In conclusion, today a country cannot go forward without embracing the advancement of technology. The e-commerce sector of Sri Lanka is ready to grow in the next few decades. However, the lack of proper laws in place may impede the growth of e-commerce in Sri Lanka.
As an emerging nation it is pivotal to create adequate laws to prevent possible stumbling blocks in the environment for the growth of e-commerce. Therefore, as a developing country, it is necessary to take relevant steps to remove barrier from the e-commerce sector in Sri Lanka.

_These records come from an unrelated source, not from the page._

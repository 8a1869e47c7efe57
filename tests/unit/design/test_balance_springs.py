"""Springs whose places are searched: against a grid, by hand, limits kept, the same answer for the same seed."""

from __future__ import annotations

from dataclasses import replace
from pathlib import Path

import numpy as np
import pytest

from linkcalc import balance, dumps, parse, read, stroke
from linkcalc.design.balance_answer import BalanceAnswer
from tests.unit.design.balancing import HATCH

EXAMPLES = Path(__file__).parents[3] / "examples"


@pytest.fixture(scope="module")
def hatch() -> BalanceAnswer:
    return balance(parse(HATCH), starts=12)


def _by_hand(turn: np.ndarray, foot: np.ndarray, hook: np.ndarray, push: np.ndarray) -> np.ndarray:
    """[N] hand at the grip for a push apart [N]: moments of weight and push about the hinge. Arrays broadcast."""
    x, y = hook[0] * np.cos(turn) - hook[1] * np.sin(turn), hook[0] * np.sin(turn) + hook[1] * np.cos(turn)
    length = np.hypot(x - foot[0], y - foot[1])
    moment = push * (x * (y - foot[1]) - y * (x - foot[0])) / length
    return (18 * 9.80665 * 0.42 * np.cos(turn) - moment) / 0.9


def _gas(turn: np.ndarray, foot: np.ndarray, hook: np.ndarray) -> np.ndarray:
    """Force for 1 N fully extended, by the gas law, nan where the spring does not reach."""
    x, y = hook[0] * np.cos(turn) - hook[1] * np.sin(turn), hook[0] * np.sin(turn) + hook[1] * np.cos(turn)
    into = 0.7 - np.hypot(x - foot[0], y - foot[1])
    force = 1 / (1 - into * (1 - 1 / 1.3) / 0.31)
    return np.where((into >= -1e-9) & (into <= 0.31 + 1e-9), force, np.nan)


def test_no_place_of_a_grid_is_better(hatch: BalanceAnswer) -> None:
    """All places of a grid by hand formulas, the best force at each by trial: none beats what was found."""
    turn = np.radians(np.linspace(0, 80, 41))
    best = np.inf
    for x in np.linspace(0.05, 0.3, 26):
        for y in np.linspace(-0.35, -0.1, 26):
            hooks = np.array([np.linspace(0.2, 0.7, 51), np.zeros(51)])[:, :, None]
            foot = np.array([x, y])
            unit = _gas(turn, foot, hooks)
            sound = ~np.isnan(unit).any(axis=1)
            if not sound.any():
                continue
            bare = _by_hand(turn, foot, hooks[:, sound], 0.0 * unit[sound])
            arm = bare - _by_hand(turn, foot, hooks[:, sound], unit[sound])
            forces = np.linspace(50, 1200, 461)
            peak = np.abs(bare[..., None] - arm[..., None] * forces).max(axis=1).min()
            best = min(best, float(peak))
    found = abs(hatch.peak_after.value)
    assert found <= best
    assert found >= 0.8 * best


def test_it_is_what_the_formulas_by_hand_give(hatch: BalanceAnswer) -> None:
    found = hatch.found[0]
    foot = np.array([found.size("x of the first end"), found.size("y of the first end")])
    hook = np.array([0.2 + found.size("from R1 of the second end"), 0.0])
    turn = hatch.after.drive[0, 0]
    effort = _by_hand(turn, foot, hook, found.size("force") * _gas(turn, foot, hook))
    np.testing.assert_allclose(hatch.after.effort[0, 0], effort, atol=1e-8)


def test_the_same_seed_gives_the_same_answer(hatch: BalanceAnswer) -> None:
    again = balance(parse(HATCH), starts=12)
    assert again.found == hatch.found
    assert (again.starts, again.alike, again.seed) == (hatch.starts, hatch.alike, hatch.seed) == (12, hatch.alike, 1)


def test_another_seed_comes_to_the_same_effort(hatch: BalanceAnswer) -> None:
    assert balance(parse(HATCH), starts=12, seed=7).peak_after.value == pytest.approx(hatch.peak_after.value, rel=1e-3)


def test_progress_is_told_start_by_start() -> None:
    told: list[tuple[int, int]] = []
    balance(parse(HATCH), starts=3, progress=lambda done, whole: told.append((done, whole)))
    assert told == [(1, 3), (2, 3), (3, 3)]


def test_the_written_model_gives_the_told_effort(hatch: BalanceAnswer) -> None:
    again = stroke(parse(dumps(hatch.after.mechanism)))
    np.testing.assert_allclose(again.effort, hatch.after.effort, rtol=1e-9, atol=1e-12)


def test_the_roof_hatch_by_the_lines_of_its_head() -> None:
    """Both ends of the stroke by the hand calculation of the example, springs new and hot, and old and cold."""
    answer = balance(read(EXAMPLES / "roof_hatch.toml"), starts=8)
    found = answer.found[0]
    foot = np.array([found.size("x of the first end"), found.size("y of the first end")])
    hook = np.array([0.25 + found.size("from lid_1 of the second end"), -0.03])
    force = found.size("force")
    assert force % 50 == pytest.approx(0, abs=1e-9)
    cases = {"cold aged": 263.15 / 293.15 * 0.9, "hot": 313.15 / 293.15}
    for case, factor in cases.items():
        for pose, turn in ((0, 0.0), (-1, np.radians(75))):
            c, s = np.cos(turn), np.sin(turn)
            x, y = hook[0] * c - hook[1] * s, hook[0] * s + hook[1] * c
            length = np.hypot(x - foot[0], y - foot[1])
            push = 2 * factor * force / (1 - (0.685 - length) * (1 - 1 / 1.3) / 0.3)
            moment = push * (x * (y - foot[1]) - y * (x - foot[0])) / length
            hand = 34 * 9.80665 * 0.5 * c - moment
            k = answer.after.cases.index(case)
            assert answer.after.effort[k, 0, pose] == pytest.approx(hand, abs=1e-6)
            if (case, pose) == ("hot", 0):
                assert hand >= 5 - 1e-6  # stays shut
            if (case, pose) == ("cold aged", -1):
                assert hand <= -10 + 1e-6  # stays open
    assert all(stay.holds for stay in answer.stays)
    assert answer.after.cases == ("cold", "cold aged", "hot", "hot aged")
    # shut and new in the heat at least 5 N must be left, so old and cold at least 166.7 - 161.7/1.3223 = 44.4 N are
    least = 166.713 - (166.713 - 5) * (263.15 * 0.9) / 313.15
    assert abs(answer.peak_after.value) >= least - 1e-3


COIL = """
[points]
A = [0, 0]
S = [30, 260]
R = [150, 0]
G = [500, 0]
[members]
ground = ["A", "S"]
arm = { points = ["A", "R", "G"], mass = 10, centre = "G" }
[effort]
torque_on = "arm"
[stroke]
turn = "arm"
from = -40
to = 55
[balance.find.coil]
spring = ["S", "R"]
free_length = [60, 140]
acts = "tension"
rate = [0, 20]
"""


def test_rate_and_free_length_are_the_best_of_a_grid() -> None:
    """Rates and free lengths of a grid, judged by moments about the pivot by hand; never slack."""
    answer = balance(parse(COIL))
    turn = np.radians(np.linspace(-40, 55, 61))
    x, y = 0.15 * np.cos(turn), 0.15 * np.sin(turn)
    length = np.hypot(x - 0.03, y - 0.26)
    arm = (x * (y - 0.26) - y * (x - 0.03)) / length  # moment about A of 1 N apart
    rate, free = (v[..., None] for v in np.meshgrid(np.linspace(0, 20000, 401), np.linspace(0.06, 0.14, 81)))
    effort = 10 * 9.80665 * 0.5 * np.cos(turn) - rate * (free - length) * arm
    peak = np.where((length.min() >= free)[..., 0], np.abs(effort).max(axis=-1), np.inf)
    found = abs(answer.peak_after.value)
    assert found <= peak.min() * (1 + 1e-6)
    assert found >= 0.9 * peak.min()
    assert answer.after.reading("force of coil").max() <= 1e-9
    assert 0.06 - 1e-9 <= answer.found[0].size("free length") <= 0.14 + 1e-9


def test_several_springs_share_the_force() -> None:
    one = balance(parse(COIL))
    two = balance(parse(COIL + "number = 2\n"))
    assert two.found[0].size("rate") == pytest.approx(one.found[0].size("rate") / 2, rel=1e-6)
    assert two.peak_after.value == pytest.approx(one.peak_after.value, rel=1e-6)
    assert {"coil", "coil_2"} <= set(two.after.mechanism.loads)


def test_what_takes_the_place_of_a_load_is_judged_by_its_requirements() -> None:
    text = (EXAMPLES / "hatch.toml").read_text(encoding="utf-8")
    more = (
        '[balance.find.strut]\ngas_spring = ["F", "R"]\nlength = 700\nstroke = 310\nrise = 1.3\nforce = [100, 400]\n'
        'force_step = 10\ninstead_of = "strut"\n'
    )
    answer = balance(parse(text + more))
    assert list(answer.after.mechanism.loads) == ["strut"]
    assert [v.name for v in answer.after.verdicts] == ["light", "stays_open", "hinge", "room"]
    # best of all forces of the steps, each by a stroke of its own
    peaks = {}
    for force in range(150, 260, 10):
        plain = parse(text)
        strut = replace(plain.loads["strut"], force=force)
        peaks[force] = float(np.abs(stroke(replace(plain, loads={"strut": strut}, requirements={})).effort).max())
    assert answer.found[0].size("force") == pytest.approx(min(peaks, key=peaks.get), abs=1e-9)  # type: ignore[arg-type]


def test_springs_that_lose_force_are_judged_new_and_aged() -> None:
    answer = balance(parse(COIL + "loss = 0.2\n"))
    assert answer.after.cases == ("new", "aged")
    assert answer.lasting == (0, 0)
    new, aged = answer.after.reading("force of coil")[:, 0]
    np.testing.assert_allclose(aged, 0.8 * new, rtol=1e-12)
    assert np.abs(answer.after.effort).max() <= abs(answer.peak_after.value) * (1 + 1e-9)


def test_a_spring_without_seals_takes_the_place_of_one_that_rubs() -> None:
    """The hatch of the examples comes in both senses of motion, with the new spring in one only: told side by side."""
    text = (EXAMPLES / "hatch.toml").read_text(encoding="utf-8")
    more = (
        '[balance.find.new]\ngas_spring = ["F", "R"]\nlength = 700\nstroke = 310\nforce = [100, 400]\nloss = 0.1\n'
        'instead_of = "strut"\n'
    )
    model = replace(parse(text), requirements={})
    answer = balance(parse(dumps(model) + more))
    assert answer.before.rubs and not answer.after.rubs
    assert [answer.before.cases[k] for k in answer.lasting] == ["cold", "cold", "mild", "mild", "hot", "hot"]
    assert answer.foretold == pytest.approx(abs(answer.peak_after.value), rel=1e-6)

The international and regional developments demonstrate how those barriers could be overcome by enacting strong legislative measures for online businesses and consumers.
 PAYMENT AND SETTLEMENT SYSTEMS ACT, No. 28 OF 2005
 “No person shall engage in the business of or function as a Service Provider except under the authority and in accordance with the terms and conditions of a license issued by the Central Bank”
“licensed commercial banks, licensed specialized banks, finance companies or an operator who provides cellular mobile telephone services under the authority of a license issued in terms of the Sri Lanka Telecommunications Act No. 25 of 1991”.
 Any person who, being entrusted with information which enables him to access any service provided by means of a computer, discloses such information without any express authority to do so or in breach of any contract expressed or implied, shall be guilty of an offence and shall on conviction be liable to a fine not less than one hundred thousand rupees and not exceeding three hundred thousand rupees or to imprisonment of either description for a term not less than six months and not exceeding three years or to both such fine and imprisonment.”